Натан молча выслушал Роланда, продолжая тем временем делать примочки к телу Роланда, пока тот был уже в состоянии подняться и более или менее уверенно стоять на ногах. При этом Роланд заклинал своего освободителя довести до конца доброе дело, так удачно начатое, и освободить сестру, все еще находившуюся во власти кровожадных дикарей.
— Призовите на помощь, — говорил он, — приведите людей сражаться и будьте уверены, что никто не будет лучше биться за Эдиту, как я, ее брат, который обязан быть ее верным защитником.
— Если ты непременно хочешь освободить ее, то…
— Да, я хочу освободить ее или умереть! — воскликнул Роланд. — Ах, если бы вы пошли за ней и спасли бы ее, как спасли меня!..

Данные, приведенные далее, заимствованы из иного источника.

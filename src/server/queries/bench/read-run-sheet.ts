import { and, asc, eq, inArray, isNull } from 'drizzle-orm';
import { BAND_KEYS, regionOf } from '~/domain/bench/bands';
import type { Concession, RunReading, RunSheet } from '~/domain/bench/judge-run';
import { ruleForDestination } from '~/domain/bench/limit-rules';
import { resolvePoints } from '~/domain/bench/resolve-points';
import { unknownQuantity } from '~/domain/bench/quantities';
import type { BandKey, TestPoint } from '~/domain/bench/types';
import { invariant } from '~/lib/invariant';
import { dayOf } from '~/lib/dates';
import { instrumentSpecSchema, outputStageSchema, pathSpecSchema } from '~/schemas/bench-specs';
import type { Reader } from '~/server/db/client';
import {
  instrumentRevisions,
  instruments,
  pathRevisions,
  paths,
  readings,
  runConcessions,
  testPlanRevisions,
  testPoints,
  testRuns,
  units,
} from '~/server/db/schema';
import { listLimitRules } from './list-limit-rules';
import { listQuantities } from './list-quantities';
import { getWorks } from '~/server/queries/office/get-works';

/** A reading as it stands in the database, beside what the computation needs of it. */
export interface StoredReading extends RunReading {
  id: number;
  readingNo: number;
  source: 'typed' | 'sweep' | 'wire' | 'history';
  instrumentRevisionId: number | null;
  pathRevisionId: number | null;
  instrumentNumber: string | null;
  pathNumber: string | null;
  at: Date;
  byUserId: number | null;
  voidReason: string | null;
  version: number;
}

export interface StoredSheet extends RunSheet {
  readings: StoredReading[];
}

/** One of our band keys; anything else would be a fault in the plan. */
export function asBand(text: string | null): BandKey | null {
  if (text === null) return null;
  const band = BAND_KEYS.find((key) => key === text);
  invariant(band !== undefined, `"${text}" is a band`);
  return band;
}

/** The points of a test plan revision as the bench computes with them. */
export async function listTestPoints(reader: Reader, testPlanRevisionId: number): Promise<TestPoint[]> {
  const [quantities, rows] = await Promise.all([
    listQuantities(reader),
    reader
      .select()
      .from(testPoints)
      .where(eq(testPoints.testPlanRevisionId, testPlanRevisionId))
      .orderBy(asc(testPoints.position)),
  ]);
  return rows.map(({ lowerLimit: lower, upperLimit: upper, band, quantityKey, ...row }) => ({
    ...row,
    quantity: quantities.get(quantityKey) ?? unknownQuantity(quantityKey),
    band: asBand(band),
    lower,
    upper,
  }));
}

/** Everything that a run's verdicts rest on, for the station, for closing it and for its certificate. */
export async function readRunSheet(reader: Reader, runId: number): Promise<StoredSheet> {
  const [run] = await reader
    .select({
      testPlanRevisionId: testRuns.testPlanRevisionId,
      destinationCountry: testRuns.destinationCountry,
      supplyV: testRuns.supplyV,
      ambientC: testRuns.ambientC,
      outputStage: testPlanRevisions.outputStage,
      openedAt: testRuns.openedAt,
      options: units.options,
    })
    .from(testRuns)
    .innerJoin(units, eq(units.id, testRuns.unitId))
    .innerJoin(testPlanRevisions, eq(testPlanRevisions.id, testRuns.testPlanRevisionId))
    .where(eq(testRuns.id, runId));
  invariant(run !== undefined, 'the run is there');
  const [points, stored, concessions, rules, { timeZone }] = await Promise.all([
    listTestPoints(reader, run.testPlanRevisionId),
    listReadings(reader, runId),
    listConcessions(reader, runId),
    listLimitRules(reader),
    getWorks(reader),
  ]);
  const resolved = resolvePoints(points, new Set(run.options));
  invariant(resolved.ok, 'a released test plan resolves');
  const { destinationCountry } = run;
  const testedOn = dayOf(run.openedAt, timeZone);
  return {
    points: resolved.points,
    readings: stored,
    concessions,
    rule: ruleForDestination(destinationCountry, testedOn, rules),
    context: {
      destinationCountry,
      region: destinationCountry === null ? null : regionOf(destinationCountry),
      supplyV: run.supplyV,
      ambientC: run.ambientC,
      outputStage: run.outputStage === null ? null : outputStageSchema.parse(run.outputStage),
      testedOn,
    },
  };
}

/** What the owner lets go of an open run, and has not withdrawn. */
async function listConcessions(reader: Reader, runId: number): Promise<Concession[]> {
  return reader
    .select({ testPointId: runConcessions.testPointId, reason: runConcessions.reason })
    .from(runConcessions)
    .where(and(eq(runConcessions.testRunId, runId), isNull(runConcessions.withdrawnAt)))
    .orderBy(asc(runConcessions.id));
}

async function listReadings(reader: Reader, runId: number): Promise<StoredReading[]> {
  const rows = await reader
    .select({
      reading: readings,
      instrumentSpec: instrumentRevisions.spec,
      instrumentNumber: instruments.number,
      pathSpec: pathRevisions.spec,
      pathNumber: paths.number,
    })
    .from(readings)
    .leftJoin(instrumentRevisions, eq(instrumentRevisions.id, readings.instrumentRevisionId))
    .leftJoin(instruments, eq(instruments.id, instrumentRevisions.instrumentId))
    .leftJoin(pathRevisions, eq(pathRevisions.id, readings.pathRevisionId))
    .leftJoin(paths, eq(paths.id, pathRevisions.pathId))
    .where(eq(readings.testRunId, runId))
    .orderBy(asc(readings.testPointId), asc(readings.readingNo));
  const instrumentOf = onceEach((spec) => instrumentSpecSchema.parse(spec));
  const pathOf = onceEach((spec) => pathSpecSchema.parse(spec));
  return rows.map(({ reading, instrumentSpec, instrumentNumber, pathSpec, pathNumber }) => {
    const { band, voidedAt, ...rest } = reading;
    return {
      ...rest,
      band: asBand(band),
      voided: voidedAt !== null,
      instrument: instrumentOf(rest.instrumentRevisionId, instrumentSpec),
      path: pathOf(rest.pathRevisionId, pathSpec),
      instrumentNumber,
      pathNumber,
    };
  });
}

/** Many readings share a revision; its JSON is checked once. */
function onceEach<T>(parse: (spec: unknown) => T): (revisionId: number | null, spec: unknown) => T | null {
  const known = new Map<number, T>();
  return (revisionId, spec) => {
    if (revisionId === null) return null;
    const parsed = known.get(revisionId) ?? parse(spec);
    known.set(revisionId, parsed);
    return parsed;
  };
}

/** The instruments and paths of these revisions, for a certificate. */
export async function listUsedInstruments(reader: Reader, revisionIds: number[]) {
  if (revisionIds.length === 0) return [];
  const rows = await reader
    .select({ number: instruments.number, name: instruments.name, spec: instrumentRevisions.spec })
    .from(instrumentRevisions)
    .innerJoin(instruments, eq(instruments.id, instrumentRevisions.instrumentId))
    .where(inArray(instrumentRevisions.id, revisionIds))
    .orderBy(asc(instruments.number));
  return rows.map(({ spec, ...row }) => ({ ...row, spec: instrumentSpecSchema.parse(spec) }));
}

— Ну, нет, — возразил Натан, — десятерых индейцев не так легко убить, как двоих или троих. Но, друг, прежде чем я сообщу тебе о своем намерении, расскажи мне, что было с тобой после того, как я вас покинул. Мне нужно все знать, потому что от этого зависит больше, чем ты можешь предполагать.
Роланд, несмотря на свое нетерпение, рассказал все, что знал, как можно подробнее, и подчеркнул особенно то обстоятельство, что Телия Доэ горячо вступилась за него.
Натан слушал с напряженным вниманием.
— Где только Авель Доэ, — сказал он, — там всегда какое-нибудь плутовство. Но ты не видел больше ни одного дикого?
— Нет, — ответил Роланд. — А вот, — продолжал он после минутного размышления, — какого-то высокого человека в красной чалме я припоминаю. Быть может, именно он был белым?
— А кто командовал отрядом? Он? — спросил Натан.
— Нет, не он, — ответил Роланд. — Предводитель был сердитый, старый начальник, которого они называли Кехога, или Кенога, или…
— Венонга? — закричал Натан с особенной живостью и глаза его заблестели. — Старый, высокий, плотный человек, с рубцом на носу и на щеке? Немножко прихрамывает? Средний палец на левой руке на один сустав короче, и на голове видны следы клюва и когтей хищной птицы?.. Это Венонга, черный гриф! Ну, Петр, и простофиля же ты, потому что не подсказал мне этого!
Роланд с удивлением заметил необычайное возбуждение Натана и не мог удержаться, чтобы не спросить:
— Кто же этот Венонга, из-за которого вы забываете обо всем, даже о моей бедной сестре?